In addition to the general zero-rating provision, section 8 of Part V of Schedule VI to the ETA specifically zero-rates the supply of an advertising service that is made to a non-resident person who is not registered for purposes of the GST/HST at the time the service is performed. If the non-resident person is registered, this section would not apply and the criteria under section 7 of this Part would have to be met for the supplier to zero-rate a supply of an advertising service.
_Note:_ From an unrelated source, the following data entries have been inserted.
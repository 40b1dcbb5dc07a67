package mqtt_test

import (
	"crypto/tls"
	"strings"
	"testing"

	paho "github.com/eclipse/paho.mqtt.golang"

	"github.com/gridloupe/gridloupe/store"
	"github.com/gridloupe/gridloupe/stream/mqtt"
	"github.com/gridloupe/gridloupe/stream/mqtt/broker"
	"github.com/gridloupe/gridloupe/stream/mqtt/internal/testcert"
)

// TestEmbeddedTLSCredentials runs publisher and subscriber through the
// embedded broker with TLS, a client certificate and a password.
func TestEmbeddedTLSCredentials(t *testing.T) {
	t.Parallel()
	certs := testcert.New(t)
	b, err := broker.Start(broker.Config{Addr: "127.0.0.1:0", Username: "gateway", Password: testPass, TLS: certs.ServerTLS(t)})
	if err != nil {
		t.Fatalf("broker: %v", err)
	}
	t.Cleanup(func() { _ = b.Close() })
	clientTLS, err := mqtt.TLSConfig(certs.CAFile, certs.ClientCert, certs.ClientKey)
	if err != nil {
		t.Fatalf("TLSConfig: %v", err)
	}
	url := "ssl://" + b.Addr()
	sub := newSubscriber(t, url, func(o *paho.ClientOptions) {
		o.SetTLSConfig(clientTLS.Clone()).SetUsername("gateway").SetPassword(testPass)
	})
	db := openStore(t)
	queued := map[uint64]store.Message{}
	for i := range 4 {
		m := alarmMsg(i)
		queued[queue(t, db, m)[0]] = m
	}
	startPub(t, url, db, func(c *mqtt.Config) { c.TLS, c.Username, c.Password = clientTLS, "gateway", testPass })
	waitUntil(t, "delivery through the embedded broker", func() bool { return pendingCount(t, db) == 0 && len(sub.outboxMsgs(t)) >= 4 })
	checkDelivery(t, sub.outboxMsgs(t), queued)
	if st := sub.statuses(t); len(st) == 0 || st[0].Status != "online" {
		t.Errorf("statuses %+v, want online", st)
	}

	// A wrong password never connects, and never shows up in logs or stats.
	wrong := "x" + testPass
	db2 := openStore(t)
	queue(t, db2, alarmMsg(9))
	r := startPub(t, "ssl://gateway:"+wrong+"@"+b.Addr(), db2, func(c *mqtt.Config) { c.TLS = clientTLS })
	waitUntil(t, "a refused connection", func() bool { return r.Stats().Failures > 0 })
	if s := r.Stats(); s.Connected || strings.Contains(s.LastError, wrong) {
		t.Errorf("stats %+v: want not connected, password masked", s)
	}
	if n := pendingCount(t, db2); n != 1 {
		t.Errorf("%d pending with a refused connection, want 1", n)
	}
}

func TestTLSConfig(t *testing.T) {
	t.Parallel()
	c := testcert.New(t)
	junk := t.TempDir() + "/junk.pem"
	writeFile(t, junk, "not a certificate")
	tests := []struct {
		name, ca, cert, key string
		ok                  bool
		src                 string
	}{
		{"ca and client pair", c.CAFile, c.ClientCert, c.ClientKey, true, "crypto/tls: LoadX509KeyPair"},
		{"ca only", c.CAFile, "", "", true, "README, MQTT topics and payloads: client certificate optional"},
		{"nothing", "", "", "", true, "doc of TLSConfig: system roots"},
		{"junk ca", junk, "", "", false, "crypto/x509: AppendCertsFromPEM finds no certificate"},
		{"missing ca", c.CAFile + ".gone", "", "", false, "os.ReadFile"},
		{"cert without key", c.CAFile, c.ClientCert, "", false, "doc of TLSConfig: both or neither"},
		{"mismatched pair", c.CAFile, c.ClientCert, c.ServerKey, false, "crypto/tls: private key does not match public key"},
	}
	for _, tc := range tests {
		t.Run(tc.name, func(t *testing.T) {
			cfg, err := mqtt.TLSConfig(tc.ca, tc.cert, tc.key)
			if tc.ok != (err == nil) {
				t.Fatalf("TLSConfig: err %v, want ok=%v (%s)", err, tc.ok, tc.src)
			}
			if err != nil {
				return
			}
			if cfg.MinVersion != tls.VersionTLS12 {
				t.Errorf("MinVersion %x, want TLS 1.2", cfg.MinVersion)
			}
			if (tc.ca != "") != (cfg.RootCAs != nil) || (tc.cert != "") != (len(cfg.Certificates) == 1) {
				t.Errorf("roots %v, %d certificates", cfg.RootCAs != nil, len(cfg.Certificates))
			}
		})
	}
}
It is the supplier's responsibility to verify that the recipient is a non-resident and, with regards to section 8 of Part V of Schedule VI to the ETA, is not registered for purposes of the GST/HST. For your information, we have enclosed GST/HST Memoranda Series section 4.5.1, Exports - Determining Residence Status. Appendix A of this Memorandum describes the documentation that the Canada Customs and Revenue Agency (CCRA) will generally accept as proof that the recipient of the supply is not resident in Canada and Appendix B describes the documentation that the CCRA will usually accept as proof that a person is a non-resident and not registered for purposes of the GST/HST.
Foreign Currency
In your facsimile, you indicated that XXXXX's U.S. clients pay in U.S. dollars. Section 159 of the ETA will apply such that the value of consideration for the supply shall be computed on the basis of the value of the U.S. dollars in Canadian currency on the day the tax is payable, or on such other day as is acceptable to the Minister. By virtue of subsection 168(1) of the ETA, tax is generally payable by the recipient on the earlier of the day the consideration for the supply is paid and the day the consideration for the supply becomes due. As indicated, the Minister may accept alternative days for computing the value of the consideration for a supply in Canadian currency. For more information on these days, please refer to the enclosed copy of GST Memorandum 300-7-10 Foreign Currency. A copy of Policy Statement P-222 - Acceptable Exchange Rate Sources for Converting the Value of Consideration Expressed in Foreign Currency to a Value of Canadian Currency for Purposes of Section 159 of the Excise Tax Act is also enclosed for your reference. As such, when determining whether XXXXX has exceeded the small supplier's threshold, XXXXX's revenues in U.S. funds should be converted into Canadian currency.
The foregoing comments represent our general views with respect to the subject matter of your letter. Proposed amendments to the ETA, if enacted, could have an effect on the interpretation provided herein. These comments are not rulings and, in accordance with the guidelines set out in section 1.4 of Chapter 1 of the GST/HST Memoranda Series, do not bind the CCRA with respect to a particular situation.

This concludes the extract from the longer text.